_Input data_
· · ·

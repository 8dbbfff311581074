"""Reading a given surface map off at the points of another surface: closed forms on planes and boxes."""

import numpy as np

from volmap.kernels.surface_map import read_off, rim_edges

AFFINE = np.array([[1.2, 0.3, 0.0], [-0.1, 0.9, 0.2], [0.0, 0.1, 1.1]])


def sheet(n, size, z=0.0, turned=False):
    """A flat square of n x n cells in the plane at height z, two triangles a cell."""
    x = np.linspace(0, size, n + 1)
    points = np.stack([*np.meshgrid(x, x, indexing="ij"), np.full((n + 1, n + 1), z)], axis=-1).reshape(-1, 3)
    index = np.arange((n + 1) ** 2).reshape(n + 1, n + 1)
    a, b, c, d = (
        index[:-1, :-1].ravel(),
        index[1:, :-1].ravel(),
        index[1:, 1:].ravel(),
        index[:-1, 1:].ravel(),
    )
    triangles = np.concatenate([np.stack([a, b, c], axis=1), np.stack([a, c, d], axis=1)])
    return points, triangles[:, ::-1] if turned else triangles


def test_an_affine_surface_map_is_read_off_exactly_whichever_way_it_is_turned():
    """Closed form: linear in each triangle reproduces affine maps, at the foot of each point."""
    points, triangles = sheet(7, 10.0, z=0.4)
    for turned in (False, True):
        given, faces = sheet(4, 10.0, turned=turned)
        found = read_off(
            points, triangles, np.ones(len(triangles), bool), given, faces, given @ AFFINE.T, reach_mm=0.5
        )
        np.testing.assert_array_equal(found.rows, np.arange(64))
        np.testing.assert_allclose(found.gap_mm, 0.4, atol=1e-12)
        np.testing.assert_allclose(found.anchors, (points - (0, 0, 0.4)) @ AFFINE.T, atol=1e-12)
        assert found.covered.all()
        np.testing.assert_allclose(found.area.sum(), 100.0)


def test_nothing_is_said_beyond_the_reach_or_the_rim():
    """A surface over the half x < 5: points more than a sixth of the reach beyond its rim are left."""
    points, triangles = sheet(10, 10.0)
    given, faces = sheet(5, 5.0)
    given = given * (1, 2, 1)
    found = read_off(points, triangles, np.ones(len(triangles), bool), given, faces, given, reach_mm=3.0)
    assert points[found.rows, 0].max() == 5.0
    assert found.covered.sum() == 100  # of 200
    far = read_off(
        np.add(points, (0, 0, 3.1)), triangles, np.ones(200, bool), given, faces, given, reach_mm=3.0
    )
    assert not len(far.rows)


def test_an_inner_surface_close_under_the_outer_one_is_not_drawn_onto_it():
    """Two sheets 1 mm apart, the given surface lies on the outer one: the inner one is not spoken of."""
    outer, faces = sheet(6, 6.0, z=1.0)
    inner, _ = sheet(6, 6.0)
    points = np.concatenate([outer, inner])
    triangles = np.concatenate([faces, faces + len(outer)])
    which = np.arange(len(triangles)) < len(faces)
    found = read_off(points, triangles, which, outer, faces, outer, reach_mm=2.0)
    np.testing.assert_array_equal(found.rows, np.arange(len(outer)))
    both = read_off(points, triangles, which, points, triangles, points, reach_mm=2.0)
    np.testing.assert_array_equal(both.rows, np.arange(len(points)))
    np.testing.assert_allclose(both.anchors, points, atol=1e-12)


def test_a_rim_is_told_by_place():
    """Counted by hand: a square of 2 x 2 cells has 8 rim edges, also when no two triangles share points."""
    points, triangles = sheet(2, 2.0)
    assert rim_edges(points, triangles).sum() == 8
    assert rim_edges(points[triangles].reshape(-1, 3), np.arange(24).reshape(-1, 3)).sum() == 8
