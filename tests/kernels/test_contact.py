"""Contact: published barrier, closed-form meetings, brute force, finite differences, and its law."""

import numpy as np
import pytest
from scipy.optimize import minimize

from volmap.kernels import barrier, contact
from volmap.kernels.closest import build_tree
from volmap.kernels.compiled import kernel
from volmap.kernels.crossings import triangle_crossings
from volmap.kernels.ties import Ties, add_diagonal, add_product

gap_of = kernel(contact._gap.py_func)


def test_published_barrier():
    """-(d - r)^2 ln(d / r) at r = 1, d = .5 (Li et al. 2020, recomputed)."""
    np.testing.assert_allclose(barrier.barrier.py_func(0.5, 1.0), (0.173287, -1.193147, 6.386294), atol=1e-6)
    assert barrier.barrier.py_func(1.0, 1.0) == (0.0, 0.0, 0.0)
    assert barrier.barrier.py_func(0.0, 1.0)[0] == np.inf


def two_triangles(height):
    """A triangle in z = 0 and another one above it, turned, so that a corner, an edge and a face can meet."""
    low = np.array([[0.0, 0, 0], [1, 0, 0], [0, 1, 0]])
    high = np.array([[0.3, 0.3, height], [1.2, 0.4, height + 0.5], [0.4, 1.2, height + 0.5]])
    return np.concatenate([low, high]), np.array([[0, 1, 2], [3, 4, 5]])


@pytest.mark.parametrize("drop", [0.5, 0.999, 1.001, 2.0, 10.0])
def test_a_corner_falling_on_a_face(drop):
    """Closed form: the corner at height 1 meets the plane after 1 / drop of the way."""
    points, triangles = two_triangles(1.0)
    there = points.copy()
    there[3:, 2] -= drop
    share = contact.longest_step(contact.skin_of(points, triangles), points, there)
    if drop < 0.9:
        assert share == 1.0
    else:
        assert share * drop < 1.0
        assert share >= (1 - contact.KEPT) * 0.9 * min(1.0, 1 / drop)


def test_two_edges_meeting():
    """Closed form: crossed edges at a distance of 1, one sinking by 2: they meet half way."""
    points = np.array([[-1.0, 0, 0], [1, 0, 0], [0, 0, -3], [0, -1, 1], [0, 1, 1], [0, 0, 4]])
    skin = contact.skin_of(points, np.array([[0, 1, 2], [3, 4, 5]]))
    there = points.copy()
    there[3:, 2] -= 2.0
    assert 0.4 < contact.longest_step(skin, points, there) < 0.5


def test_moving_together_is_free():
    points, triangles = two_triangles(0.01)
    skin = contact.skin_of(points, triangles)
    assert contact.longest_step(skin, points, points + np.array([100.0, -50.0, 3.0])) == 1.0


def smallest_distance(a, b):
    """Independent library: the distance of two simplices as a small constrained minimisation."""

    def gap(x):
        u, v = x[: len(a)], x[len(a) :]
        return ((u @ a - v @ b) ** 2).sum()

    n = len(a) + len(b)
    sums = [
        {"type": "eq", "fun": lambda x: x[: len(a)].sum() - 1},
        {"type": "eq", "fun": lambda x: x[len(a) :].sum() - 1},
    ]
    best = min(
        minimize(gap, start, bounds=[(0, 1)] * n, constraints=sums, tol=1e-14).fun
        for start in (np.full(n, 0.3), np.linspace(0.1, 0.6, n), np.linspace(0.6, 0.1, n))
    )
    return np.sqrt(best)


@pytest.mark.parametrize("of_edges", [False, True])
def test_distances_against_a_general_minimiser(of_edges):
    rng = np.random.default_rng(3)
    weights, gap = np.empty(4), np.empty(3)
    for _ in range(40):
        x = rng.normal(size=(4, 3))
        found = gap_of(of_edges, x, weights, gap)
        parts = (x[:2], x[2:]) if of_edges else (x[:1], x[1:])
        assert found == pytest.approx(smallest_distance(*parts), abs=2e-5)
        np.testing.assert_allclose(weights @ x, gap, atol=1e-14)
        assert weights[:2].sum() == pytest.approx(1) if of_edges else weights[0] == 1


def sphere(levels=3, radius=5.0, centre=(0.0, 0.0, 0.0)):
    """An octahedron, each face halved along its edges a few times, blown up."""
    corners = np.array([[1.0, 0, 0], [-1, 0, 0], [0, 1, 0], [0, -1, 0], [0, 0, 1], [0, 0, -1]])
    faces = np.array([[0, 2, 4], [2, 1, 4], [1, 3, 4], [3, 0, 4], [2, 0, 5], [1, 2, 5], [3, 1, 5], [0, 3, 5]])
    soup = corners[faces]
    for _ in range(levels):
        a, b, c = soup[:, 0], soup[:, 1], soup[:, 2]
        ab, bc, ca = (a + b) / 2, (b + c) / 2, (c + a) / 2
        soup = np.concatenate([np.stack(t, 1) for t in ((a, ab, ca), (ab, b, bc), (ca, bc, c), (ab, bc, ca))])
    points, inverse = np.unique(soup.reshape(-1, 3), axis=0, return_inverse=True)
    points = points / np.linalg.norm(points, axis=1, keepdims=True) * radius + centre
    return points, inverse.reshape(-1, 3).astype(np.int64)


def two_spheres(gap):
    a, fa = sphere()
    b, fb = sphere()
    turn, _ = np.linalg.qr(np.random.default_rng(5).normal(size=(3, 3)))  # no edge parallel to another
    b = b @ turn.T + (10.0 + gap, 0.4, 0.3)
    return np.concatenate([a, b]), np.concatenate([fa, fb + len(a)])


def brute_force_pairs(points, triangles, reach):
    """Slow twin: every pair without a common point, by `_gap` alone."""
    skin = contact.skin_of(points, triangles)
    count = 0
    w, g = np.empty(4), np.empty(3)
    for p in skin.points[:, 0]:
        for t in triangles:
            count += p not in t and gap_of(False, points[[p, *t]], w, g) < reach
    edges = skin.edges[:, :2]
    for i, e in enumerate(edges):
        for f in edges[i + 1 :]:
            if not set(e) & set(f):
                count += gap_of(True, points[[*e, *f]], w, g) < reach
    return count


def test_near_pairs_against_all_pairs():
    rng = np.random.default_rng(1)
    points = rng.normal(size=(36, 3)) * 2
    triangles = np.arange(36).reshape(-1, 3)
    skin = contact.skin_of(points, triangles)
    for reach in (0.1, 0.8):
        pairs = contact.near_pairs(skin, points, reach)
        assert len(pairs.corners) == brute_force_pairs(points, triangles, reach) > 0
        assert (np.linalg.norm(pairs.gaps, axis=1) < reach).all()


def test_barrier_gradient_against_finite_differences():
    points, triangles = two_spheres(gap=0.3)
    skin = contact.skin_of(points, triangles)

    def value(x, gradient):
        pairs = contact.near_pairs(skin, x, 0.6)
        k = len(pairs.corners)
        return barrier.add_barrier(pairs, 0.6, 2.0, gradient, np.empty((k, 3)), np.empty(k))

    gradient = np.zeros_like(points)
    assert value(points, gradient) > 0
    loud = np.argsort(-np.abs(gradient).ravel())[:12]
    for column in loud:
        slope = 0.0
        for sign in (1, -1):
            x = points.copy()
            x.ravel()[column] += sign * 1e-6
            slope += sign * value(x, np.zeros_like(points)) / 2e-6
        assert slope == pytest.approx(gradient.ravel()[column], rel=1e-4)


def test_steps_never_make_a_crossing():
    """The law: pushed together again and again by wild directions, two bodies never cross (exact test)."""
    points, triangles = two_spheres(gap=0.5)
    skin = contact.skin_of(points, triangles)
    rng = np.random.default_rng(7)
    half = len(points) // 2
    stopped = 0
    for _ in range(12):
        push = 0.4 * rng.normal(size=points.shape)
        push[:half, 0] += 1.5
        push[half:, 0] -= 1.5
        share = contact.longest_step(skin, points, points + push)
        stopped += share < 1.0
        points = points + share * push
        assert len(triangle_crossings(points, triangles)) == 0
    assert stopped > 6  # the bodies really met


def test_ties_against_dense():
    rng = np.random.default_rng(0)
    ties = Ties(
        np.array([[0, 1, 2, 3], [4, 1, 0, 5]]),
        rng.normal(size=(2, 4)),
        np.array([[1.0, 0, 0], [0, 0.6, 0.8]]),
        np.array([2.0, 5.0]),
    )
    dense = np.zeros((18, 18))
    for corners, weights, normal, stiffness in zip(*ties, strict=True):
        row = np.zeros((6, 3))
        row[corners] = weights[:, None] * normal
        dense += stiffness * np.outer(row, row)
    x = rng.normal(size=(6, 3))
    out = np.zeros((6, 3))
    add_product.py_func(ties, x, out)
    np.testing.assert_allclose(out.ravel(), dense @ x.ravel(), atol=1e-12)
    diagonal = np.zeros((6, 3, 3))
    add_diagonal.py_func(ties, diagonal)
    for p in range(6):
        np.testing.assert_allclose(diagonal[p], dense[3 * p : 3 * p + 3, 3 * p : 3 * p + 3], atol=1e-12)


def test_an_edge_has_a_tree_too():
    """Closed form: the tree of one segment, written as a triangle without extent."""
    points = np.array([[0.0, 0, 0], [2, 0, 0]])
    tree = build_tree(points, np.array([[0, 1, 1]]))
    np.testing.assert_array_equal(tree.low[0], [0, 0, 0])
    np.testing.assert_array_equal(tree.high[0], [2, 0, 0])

· · ·

_About this task_
Output the lines above exactly, but only those between the line holding "assert weights[:2].sum() == pytest.approx(1)" and the line holding "b, fb = sphere()", inclusive.

_Finished task_
        assert weights[:2].sum() == pytest.approx(1) if of_edges else weights[0] == 1


def sphere(levels=3, radius=5.0, centre=(0.0, 0.0, 0.0)):
    """An octahedron, each face halved along its edges a few times, blown up."""
    corners = np.array([[1.0, 0, 0], [-1, 0, 0], [0, 1, 0], [0, -1, 0], [0, 0, 1], [0, 0, -1]])
    faces = np.array([[0, 2, 4], [2, 1, 4], [1, 3, 4], [3, 0, 4], [2, 0, 5], [1, 2, 5], [3, 1, 5], [0, 3, 5]])
    soup = corners[faces]
    for _ in range(levels):
        a, b, c = soup[:, 0], soup[:, 1], soup[:, 2]
        ab, bc, ca = (a + b) / 2, (b + c) / 2, (c + a) / 2
        soup = np.concatenate([np.stack(t, 1) for t in ((a, ab, ca), (ab, b, bc), (ca, bc, c), (ab, bc, ca))])
    points, inverse = np.unique(soup.reshape(-1, 3), axis=0, return_inverse=True)
    points = points / np.linalg.norm(points, axis=1, keepdims=True) * radius + centre
    return points, inverse.reshape(-1, 3).astype(np.int64)


def two_spheres(gap):
    a, fa = sphere()
    b, fb = sphere()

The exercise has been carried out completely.